# 15 years old Young Indian's SLYNUX



## samjkd (May 22, 2005)

Hai all

 cehck this link and post ur opinions

*www.cxotoday.com/cxo/jsp/article.jsp?article_id=3903&cat_id=913


----------



## vignesh (May 22, 2005)

Ya cool man creating a linux distro at the age of 15.


----------



## GNUrag (May 23, 2005)

vignesh said:
			
		

> Ya cool man creating a linux distro at the age of 15.


... remastering an existing linux distro....

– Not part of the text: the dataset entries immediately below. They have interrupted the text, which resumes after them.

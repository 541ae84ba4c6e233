/* SPDX-License-Identifier: GPL-3.0-or-later */
#include "emit/cascade.h"

#include <stdio.h>
#include <stdlib.h>
#include <string.h>

typedef struct made { char *text; const char *name; } made;   /* kernels already emitted */

typedef struct builder {
    const pw_realisation *r;
    const pw_target *target;
    const char *prefix;
    pw_arena arena;
    pw_kernel kernel[PW_MAX_SECTIONS];
    const char *name[PW_MAX_SECTIONS];
    made made[2 * PW_MAX_SECTIONS];
    int mades;
    pw_cascade *out;
} builder;

/* Emits a kernel, or finds the same one that an earlier section has; its name. */
static pw_status function(builder *b, const pw_kernel *k, const char *form, const char **name)
{
    pw_text plain = {0};
    pw_status status = pw_kernel_text(k, "", form, &plain);
    for (int i = 0; !status && i < b->mades; i++)
        if (!strcmp(b->made[i].text, pw_text_string(&plain))) {
            *name = b->made[i].name;
            pw_text_free(&plain);
            return PW_OK;
        }
    if (!status) {
        *name = pw_arena_print(&b->arena, "%s_%s_%d", b->prefix, k->kernel, b->mades + 1);
        b->made[b->mades++] = (made){pw_arena_copy(&b->arena, pw_text_string(&plain)), *name};
        status = pw_kernel_text(k, *name, form, &b->out->functions);
        pw_text_add(&b->out->functions, "\n");
    }
    pw_text_free(&plain);
    return status;
}

static pw_status section(builder *b, int i)
{
    const char *form = NULL;
    pw_status status = PW_OK;
    if (b->kernel[i].needs_form) {
        pw_kernel plain;
        (void)pw_kernel_form(b->r, i, &b->arena, &plain);
        pw_template_set(&plain.values, "attribute", "__attribute__((used, noinline)) ");
        status = function(b, &plain, NULL, &form);
    }
    return status ? status : function(b, &b->kernel[i], form, &b->name[i]);
}

static void table(builder *b, int i)
{
    const pw_kernel *k = &b->kernel[i];
    pw_text *t = &b->out->functions;
    if (!k->words) return;
    pw_text_print(t, "static const int32_t %s_words_%d[%d] = {", b->prefix, i + 1, k->words);
    for (int w = 0; w < k->words; w++)
        if (k->word[w] == INT32_MIN) pw_text_print(t, "%sINT32_MIN", w ? ", " : "");
        else pw_text_print(t, "%s%ld", w ? ", " : "", (long)k->word[w]);
    pw_text_print(t, "};   /* section %d: %s%s */\n", i + 1, k->why,
                  k->clamps ? "" : "; it cannot clip, so nothing is clamped");
}

static void calls(builder *b, const char *state, const char *clipped)
{
    pw_text *t = &b->out->body;
    int multiple = 1;
    for (int i = 0; i < b->r->count; i++)
        if (b->kernel[i].multiple > multiple) multiple = b->kernel[i].multiple;
    const char *count = multiple > 1 ? "whole" : "n";
    if (multiple > 1)
        pw_text_print(t, "    const size_t whole = n & ~(size_t)%d;\n    size_t i;\n", multiple - 1);
    pw_text_print(t, "    if (%s) {\n", count);
    for (int i = 0; i < b->r->count; i++) {
        const pw_kernel *k = &b->kernel[i];
        char where[80], words[100] = "";
        snprintf(where, sizeof where, state, i);
        if (k->words) snprintf(words, sizeof words, "%.60s_words_%d, ", b->prefix, i + 1);
        pw_text_print(t, "        %s%s%s(%s, %s%s, out, %s);\n", k->clamps ? clipped : "", k->clamps ? " += " : "(void)",
                      b->name[i], where, words, i ? "out" : "in", count);
    }
    pw_text_add(t, "    }\n");
    if (multiple > 1)
        pw_text_print(t, "    for (i = whole; i < n; i++) out[i] = %s_step(s, in[i]);\n", b->prefix);
}

pw_status pw_cascade_fixed(const pw_realisation *realisation, const pw_target *target, const char *prefix,
                           const char *state, const char *clipped, pw_cascade *out, bool *done)
{
    builder *b = pw_take(sizeof *b);
    *b = (builder){.r = realisation, .target = target, .prefix = prefix, .out = out};
    pw_status status = PW_OK;
    *done = realisation->count > 0;
    for (int i = 0; *done && i < realisation->count; i++)
        *done = pw_kernel_choose(realisation, i, target, &b->arena, &b->kernel[i]);
    for (int i = 0; *done && !status && i < realisation->count; i++) status = section(b, i);
    for (int i = 0; *done && !status && i < realisation->count; i++) table(b, i);
    if (*done && !status) calls(b, state, clipped);
    pw_arena_free(&b->arena);
    free(b);
    return status;
}

void pw_cascade_free(pw_cascade *cascade)
{
    pw_text_free(&cascade->functions);
    pw_text_free(&cascade->body);
}
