/* SPDX-License-Identifier: GPL-3.0-or-later */
/* The inside of <stage>_block for code: standalone, section by section, each by the kernel that the
 * part likes best. */
#ifndef PW_EMIT_CASCADE_H
#define PW_EMIT_CASCADE_H

#include "emit/kernel.h"

typedef struct pw_cascade {
    pw_text functions;           /* kernels and tables, before the first use */
    pw_text body;                /* statements: s, in, out, n are known there */
} pw_cascade;

/* False where some section has no kernel: the caller then emits the plain loop.
 * state: a printf format of one %d, the section from 0, naming its x1 x2 y1 y2 ("&s->d[%d]");
 * clipped: the counter ("s->clipped"); prefix: of every name ("keel_strain"). A remainder of
 * fewer samples than a turn goes through <prefix>_step. */
PW_CHECKED pw_status pw_cascade_fixed(const pw_realisation *realisation, const pw_target *target,
                                      const char *prefix, const char *state, const char *clipped,
                                      pw_cascade *out, bool *done);
void pw_cascade_free(pw_cascade *cascade);

#endif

He is just a 10th standard guy and learnt remastering all by himself by reading tutorials from the net.. good infact.


----------



## cnukutti (May 23, 2005)

Yeah. There is a howto on the knoppix wiki on remastering a distro. this is easy. But I haven't tried(due to lack of RAM). But my friend have done that. 
Really good to do it in your 15th year.
_________________
*feeds.feedburner.com/cnu.gif


----------



## Scorpion (Jun 10, 2005)

Thats wonderful...
   Have to try it myself soon...


----------



## cool_dude_prav (Jun 10, 2005)

Well...
he sure has got some extremely bad reviews on some other site (don't remember which)

Seems he has modified a lot...
GAIM = SyLINUX IM
and so on...

Just seems to have re-modified the code... Something PCQLinux is good at :d

Hmm...


----------



## firewall (Jun 12, 2005)

try this : 

*lfs.osuosl.org/lfs/whatislfs.html

and yes sarath really done a nice job. Pretty impressive.


----------